With asynchronous replication, changes we make to the master are not immediately reflected on replicas. Each replica pulls changes from its master and replays them as fast as it can. There is a nonzero delay between the point in time where changes are made visible on a master and the time where those changes are visible on some replica or on all replicas. This delay is the replication lag.

The higher the replication lag on a host, the more stale its data becomes. Serving traffic off of a lagging replica leads to poor user experience, as someone may make a change and then not see it reflected. Our automation removes lagging replicas from the serving pool after a few seconds, but even those few seconds matter: we commonly expect sub-second replication lag.

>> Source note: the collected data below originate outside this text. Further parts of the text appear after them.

/** Builds the result from the converged harmonic coefficients (one function: every field reads the same reconstruction). */
export function assembleHarmonicResult(a: AssembleInput): HarmonicLinkResult {
  const { network: net, options, ports, sys, z, warnings } = a;
  const H = ports.order;
  const P = ports.ports;
  const B = 2 * H + 1;
  const N = sys.N;
  const size = ports.size;
  const f = net.frequency;
  const w = 2 * Math.PI * f;
  const L = net.inductance;
  const txs = net.transmitters ?? [net.transmitter];
  const t = txs.length;
  const rx = net.receivers;
  const m = rx.length;
  const n = t + m;
  if (P > 0 && !sys.holds(z, 1)) sys.residual(z, 1, new Float64Array(sys.size)); // loads and port currents at z
  // every unknown at every harmonic: x_h = x_oc,h + X_T,h·I_port,h
  const xRe = new Float64Array((H + 1) * size);
  const xIm = new Float64Array((H + 1) * size);
  for (let h = 0; h <= H; h++) {
    for (let i = 0; i < size; i++) {
      let re = ports.xRe[h * size + i]!;
      let im = ports.xIm[h * size + i]!;
      for (let q = 0; q < P; q++) {
        const cr = h === 0 ? sys.cur[q * B]! : sys.cur[q * B + 2 * h - 1]!;
        const ci = h === 0 ? 0 : sys.cur[q * B + 2 * h]!;
        const tr = ports.xtRe[(h * size + i) * P + q]!;
        const ti = ports.xtIm[(h * size + i) * P + q]!;
        re += tr * cr - ti * ci;
        im += tr * ci + ti * cr;
      }
      xRe[h * size + i] = re;
      xIm[h * size + i] = im;
    }
  }
  const X: Expanded = { re: xRe, im: xIm, size, H };
  const S: Synth = { tables: sys.tables, H, N, coef: new Float64Array(B), samples: new Float64Array(N) };

  const threshold = options.litThreshold ?? DEFAULT_LIT_THRESHOLD;
  const brightRef = options.brightnessReference ?? DEFAULT_BRIGHTNESS_REFERENCE;
  const cautionV = options.cautionVoltage ?? DEFAULT_CAUTION_VOLTAGE;
  const cautions: string[] = [];

  // ── transmitters ──
  const txStates: TransmitterState[] = [];
  const drives: DriveState[] = [];
  const txCurrents: HarmonicPhasors[] = [];
  let switchDetail: Omit<NonNullable<HarmonicDetail["switchNode"]>, "truncation"> | undefined;
  let input = 0;
  let driverLoss = 0;
  let txCoilLoss = 0;
  let txCapLoss = 0;
  for (let ti = 0; ti < t; ti++) {
    const tx = txs[ti]!;
    const i0 = series(X, ports.index.loop(ti));
    txCurrents.push(i0);
    // coil voltage RᵢIᵢ + jωLᵢIᵢ + Σ jωMᵢⱼIⱼ (every other coil); mv the mutual part at the fundamental
    const coilV: Phasor[] = [];
    let mv: Phasor = { re: 0, im: 0 };
    for (let h = 0; h <= H; h++) {
      let v = mul(i0[h]!, tx.resistance, h * w * L[ti]![ti]!);
      for (let j = 0; j < n; j++) {
        if (j === ti) continue;
        const e = mul(at(X, h, ports.index.loop(j)), 0, h * w * L[ti]![j]!);
        v = add(v, e);
        if (h === 1) mv = add(mv, e);
      }
      coilV.push(v);
    }
    const drive = tx.drive;
    const wf = drive.kind === "voltage" ? drive.waveform : undefined;
    const c0 = tx.capacitance ?? 0;
    const esr0 = tx.capacitorEsr ?? 0;
    const capI: Phasor[] = [];
    const capV: Phasor[] = [];
    const srcI: Phasor[] = [];
    const termV: Phasor[] = [];
    let inputI = 0;
    let driverI = 0;
    if (wf?.kind === "singleSwitch") {
      const vsw = series(X, ports.index.switchNode);
      for (let h = 0; h <= H; h++) {
        const tank = sub(h === 0 ? { re: wf.supply, im: 0 } : { re: 0, im: 0 }, vsw[h]!);
        const [yr, yi] = capacitorAdmittance(c0, esr0, h * w);
        const ic = mul(tank, yr, yi);
        capI.push(ic);
        capV.push(tank);
        srcI.push(add(i0[h]!, ic));
        termV.push(tank);
      }
      inputI = wf.supply * srcI[0]!.re;
      const p = ports.switchPort;
      const v = sys.v.subarray(p * N, (p + 1) * N);
      const i = sys.i.subarray(p * N, (p + 1) * N);
      let pl = 0;
      for (let s = 0; s < N; s++) pl += v[s]! * i[s]!;
      driverI = pl / N;
      const [hi, lo] = extremes(S, vsw);
      let hs = 0;
      for (let h = 2; h <= H; h++) hs += abs(vsw[h]!) ** 2;
      switchDetail = { voltage: vsw, peak: hi, minimum: lo, distortion: abs(vsw[1]!) > 0 ? Math.sqrt(hs) / abs(vsw[1]!) : Infinity };
    } else {
      for (let h = 0; h <= H; h++) {
        if (tx.compensation === "series") {
          const [zr, zi] = capacitorImpedance(c0, esr0, h * w);
          capI.push(i0[h]!);
          capV.push(mul(i0[h]!, zr, zi));
          srcI.push(i0[h]!);
          termV.push(add(coilV[h]!, capV[h]!));
        } else if (tx.compensation === "parallel") {
          const [yr, yi] = capacitorAdmittance(c0, esr0, h * w);
          const ic = mul(coilV[h]!, yr, yi);
          capI.push(ic);
          capV.push(coilV[h]!);
          srcI.push(add(i0[h]!, ic));
          termV.push(coilV[h]!);
        } else {
          capI.push({ re: 0, im: 0 });
          capV.push({ re: 0, im: 0 });
          srcI.push(i0[h]!);
          termV.push(coilV[h]!);
        }
      }
      if (drive.kind === "voltage") {
        // EMF·I over the period; the source resistance's loss is the driver loss
        const emfV: Phasor[] = [];
        for (let h = 0; h <= H; h++) emfV.push(add(termV[h]!, mul(srcI[h]!, drive.resistance, 0)));
        inputI = power(emfV, srcI);
        driverI = drive.resistance * meanSquare(srcI);
      } else {
        inputI = power(termV, srcI);
      }
    }
    const coilLoss = tx.resistance * meanSquare(i0);
    const capLoss = esr0 * meanSquare(capI);
    input += inputI;
    driverLoss += driverI;
    txCoilLoss += coilLoss;
    txCapLoss += capLoss;
    const txLabel = tx.label ?? (t > 1 ? `transmitter ${ti + 1}` : "transmitter");
    const txCapPeak = peakAbs(S, capV);
    const coilPeak = peakAbs(S, coilV);
    pushIf(warnings, partVoltageWarning(txLabel + " capacitor", txCapPeak, tx.capacitorRating));
    pushIf(warnings, selfResonanceWarning(txLabel + " coil", f, tx.selfResonance));
    pushIf(cautions, voltageCaution(txLabel + " coil", coilPeak, cautionV));
    if (tx.compensation !== "none") pushIf(cautions, voltageCaution(txLabel + " capacitor", txCapPeak, cautionV));
    const i01 = abs(i0[1]!);
    const src1 = abs(srcI[1]!);
    const term1 = abs(termV[1]!);
    const capI01 = abs(capI[1]!);
    const capV01 = abs(capV[1]!);
    const coilV1 = abs(coilV[1]!);
    // input impedance at the fundamental; reflected impedance Σ jωMᵢⱼIⱼ / Iᵢ
    const inZ = div(termV[1]!, srcI[1]!);
    txStates.push({
      label: txLabel,
      coilCurrent: i01,
      coilCurrentRms: i01 * SQRT1_2,
      coilCurrentPhasor: i0[1]!,
      coilVoltage: coilV1,
      coilVoltageRms: coilV1 * SQRT1_2,
      capacitorVoltage: capV01,
      capacitorVoltageRms: capV01 * SQRT1_2,
      capacitorCurrent: capI01,
      capacitorCurrentRms: capI01 * SQRT1_2,
      sourceCurrent: src1,
      sourceCurrentRms: src1 * SQRT1_2,
      sourceVoltage: term1,
      sourceVoltageRms: term1 * SQRT1_2,
      inputImpedance: inZ,
      reflectedImpedance: div(mv, i0[1]!),
      coilLoss,
      capacitorLoss: capLoss,
      driverLoss: driverI,
    });
    drives.push({
      label: txLabel,
      description: drive.label,
      wiring: "own",
      transmitters: [txLabel],
      sourceCurrent: src1,
      sourceCurrentRms: src1 * SQRT1_2,
      sourceVoltage: term1,
      sourceVoltageRms: term1 * SQRT1_2,
      inputImpedance: inZ,
      inputPower: inputI,
      driverLoss: driverI,
    });
  }

  // ── receivers ──
  const receivers: ReceiverState[] = [];
  const rxDetail: HarmonicDetail["receivers"][number][] = [];
  let delivered = 0;
  let rxCoil = 0;
  let rxCap = 0;
  for (let k = 0; k < m; k++) {
    const r = rx[k]!;
    const ik = series(X, ports.index.loop(t + k));
    const vk = series(X, ports.index.voltage(k));
    const p = ports.receiverPort[k]!;
    const emf: Phasor[] = [];
    const cv: Phasor[] = [];
    const capIk: Phasor[] = [];
    const capVk: Phasor[] = [];
    const loadI: Phasor[] = [];
    for (let h = 0; h <= H; h++) {
      let e: Phasor = { re: 0, im: 0 };
      for (let j = 0; j < n; j++) if (j !== t + k) e = sub(e, mul(at(X, h, ports.index.loop(j)), 0, h * w * L[t + k]![j]!));
      emf.push(e);
      cv.push(sub(mul(ik[h]!, r.resistance, h * w * L[t + k]![t + k]!), e));
      if (r.topology === "parallel") {
        const [yr, yi] = capacitorAdmittance(r.capacitance, r.capacitorEsr ?? 0, h * w);
        capIk.push(mul(vk[h]!, yr, yi));
        capVk.push(vk[h]!);
      } else {
        const [zr, zi] = capacitorImpedance(r.capacitance, r.capacitorEsr ?? 0, h * w);
        capIk.push(ik[h]!);
        capVk.push(mul(ik[h]!, zr, zi));
      }
      if (p >= 0) loadI.push(h === 0 ? { re: sys.cur[p * B]!, im: 0 } : { re: sys.cur[p * B + 2 * h - 1]!, im: sys.cur[p * B + 2 * h]! });
      else {
        const G = r.load.conductance(1);
        const Bs = (r.load.susceptance ? r.load.susceptance(1) : 0) * h;
        loadI.push(mul(vk[h]!, G, Bs));
      }
    }
    let loadPower: number;
    let ledList: readonly { label: string; current: number; relativeBrightness?: number }[];
    let vPeak: number;
    let vMin: number;
    if (p >= 0) {
      const v = sys.v.subarray(p * N, (p + 1) * N);
      const i = sys.i.subarray(p * N, (p + 1) * N);
      let pl = 0;
      vPeak = -Infinity;
      vMin = Infinity;
      for (let s = 0; s < N; s++) {
        pl += v[s]! * i[s]!;
        vPeak = Math.max(vPeak, v[s]!);
        vMin = Math.min(vMin, v[s]!);
      }
      loadPower = pl / N;
      ledList = sys.loads[p]!.leds(v);
    } else {
      loadPower = power(vk, loadI);
      [vPeak, vMin] = extremes(S, vk);
      ledList = r.load.ledCurrents ? r.load.ledCurrents(abs(vk[1]!)) : [];
    }
    const leds: LedState[] = [];
    let lit = false;
    let allLit = ledList.length > 0;
    for (const d of ledList) {
      leds.push({ label: d.label, averageCurrent: d.current, relativeBrightness: d.relativeBrightness ?? Math.max(d.current, 0) / brightRef, lit: d.current >= threshold });
      lit ||= d.current >= threshold;
      allLit &&= d.current >= threshold;
    }
    const label = r.label ?? `receiver ${k + 1}`;
    const capPeak = peakAbs(S, capVk);
    pushIf(warnings, partVoltageWarning(label + " capacitor", capPeak, r.capacitorRating));
    pushIf(warnings, selfResonanceWarning(label + " coil", f, r.selfResonance));
    pushIf(cautions, voltageCaution(label + " tank", Math.max(capPeak, peakAbs(S, cv)), cautionV));
    const coilLoss = r.resistance * meanSquare(ik);
    const capLoss = (r.capacitorEsr ?? 0) * meanSquare(capIk);
    delivered += loadPower;
    rxCoil += coilLoss;
    rxCap += capLoss;
    const i1 = abs(ik[1]!);
    const cv1 = abs(cv[1]!);
    const capV1 = abs(capVk[1]!);
    const capI1 = abs(capIk[1]!);
    const vl = abs(vk[1]!);
    const il = abs(loadI[1]!);
    receivers.push({
      label,
      emf: abs(emf[1]!),
      coilCurrent: i1,
      coilCurrentRms: i1 * SQRT1_2,
      coilCurrentPhasor: ik[1]!,
      coilVoltage: cv1,
      coilVoltageRms: cv1 * SQRT1_2,
      capacitorVoltage: capV1,
      capacitorVoltageRms: capV1 * SQRT1_2,
      capacitorCurrent: capI1,
      capacitorCurrentRms: capI1 * SQRT1_2,
      loadVoltage: vl,
      loadVoltageRms: vl * SQRT1_2,
      loadCurrent: il,
      loadCurrentRms: il * SQRT1_2,
      loadPower,
      coilLoss,
      capacitorLoss: capLoss,
      leds,
      lit,
      allLit,
    });
    rxDetail.push({ loadVoltage: vk, loadVoltagePeak: vPeak, loadVoltageMinimum: vMin, coilCurrent: ik });
  }

  // ── truncation indicator: harmonics H+1…2H of the port currents through |T_pp,H|·H/h ──
  let truncation = 0;
  let switchTruncation = 0;
  if (P > 0) {
    const hi = new Float64Array(4 * H + 1);
    for (let p = 0; p < P; p++) {
      analyze(sys.tables, 2 * H, sys.i.subarray(p * N, (p + 1) * N), hi, 0);
      const tpp = Math.hypot(ports.tRe[(H * P + p) * P + p]!, ports.tIm[(H * P + p) * P + p]!);
      let dv = 0;
      for (let h = H + 1; h <= 2 * H && 2 * h < N; h++) dv += (tpp * H * Math.hypot(hi[2 * h - 1]!, hi[2 * h]!)) / h;
      const v1 = Math.hypot(z[p * B + 1]!, z[p * B + 2]!);
      if (!(v1 > 0)) continue;
      // token ports make the indicator; the switch's own jump leaves large dropped harmonics at
      // its node that hardly reach the coil current under zero-voltage switching, so it is kept
      // apart (large under hard switching: the discharge spike)
      if (ports.portReceiver[p]! < 0) switchTruncation = dv / v1;
      else truncation = Math.max(truncation, dv / v1);
    }
  }

  const t1Peak = peakAbs(S, txCurrents[0]!);
  const drive = txs[0]!.drive;
  const wf = drive.kind === "voltage" ? drive.waveform : undefined;
  const band: ModelBand = harmonicBand(truncation, H);
  return {
    model: "harmonic",
    errorBand: band,
    frequency: f,
    converged: a.converged,
    iterations: a.iterations,
    scalarIterations: 0,
    transmitter: txStates[0]!,
    ...(net.transmitters !== undefined ? { transmitters: txStates, drives } : {}),
    receivers,
    power: {
      input,
      delivered,
      driver: driverLoss,
      transmitterCoil: txCoilLoss,
      transmitterCapacitor: txCapLoss,
      receiverCoils: rxCoil,
      receiverCapacitors: rxCap,
      efficiency: input > 0 ? delivered / input : 0,
    },
    litThreshold: threshold,
    litThresholdSource: litThresholdSource(options.litThreshold),
    drive: {
      label: t > 1 ? txs.map((x) => x.drive.label).join("; ") : drive.label,
      assumptions:
        wf?.kind === "singleSwitch"
          ? [`switch-node waveform solved with the tank by harmonic balance (order ${H}); switch R_on ${wf.onResistance} Ω, ${Math.round(wf.duty * 100)} % duty`, "no body diode: a negative switch-node swing is reported in harmonic.switchNode.minimum"]
          : wf?.kind === "square"
            ? [`square-wave EMF with its harmonics up to order ${H} (harmonic balance)`, "switching losses and dead time not modelled"]
            : drive.assumptions,
    },
    warnings,
    cautions,
    harmonic: {
      order: H,
      samples: N,
      transmitterCurrent: txCurrents[0]!,
      transmitterCurrentPeak: t1Peak,
      ...(t > 1 ? { transmitterCurrents: txCurrents } : {}),
      ...(switchDetail ? { switchNode: { ...switchDetail, truncation: switchTruncation } } : {}),
      receivers: rxDetail,
      truncation,
      residual: a.residual,
      newtonIterations: a.sys.newtonIterations,
    },
  };
}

Maintaining low replication lag is challenging. An occasional INSERT or UPDATE is nothing, but we routinely run massive updates to our databases. These could be batched jobs, cleanup tasks, schema changes, schema change followups or otherwise operations that affect large datasets. Such large operations may easily introduce replication lag: while a replica is busy applying a change to some 100,000 rows, its data quickly becomes stale, and by the time it completes processing it’s already lagging and requires even more time to catch up.

Running subtasks

To mitigate replication lag for large operations we use batching. We never apply a change to 100,000 rows all at once. Any big update is broken into small segments, subtasks, of some 50 or 100 rows each.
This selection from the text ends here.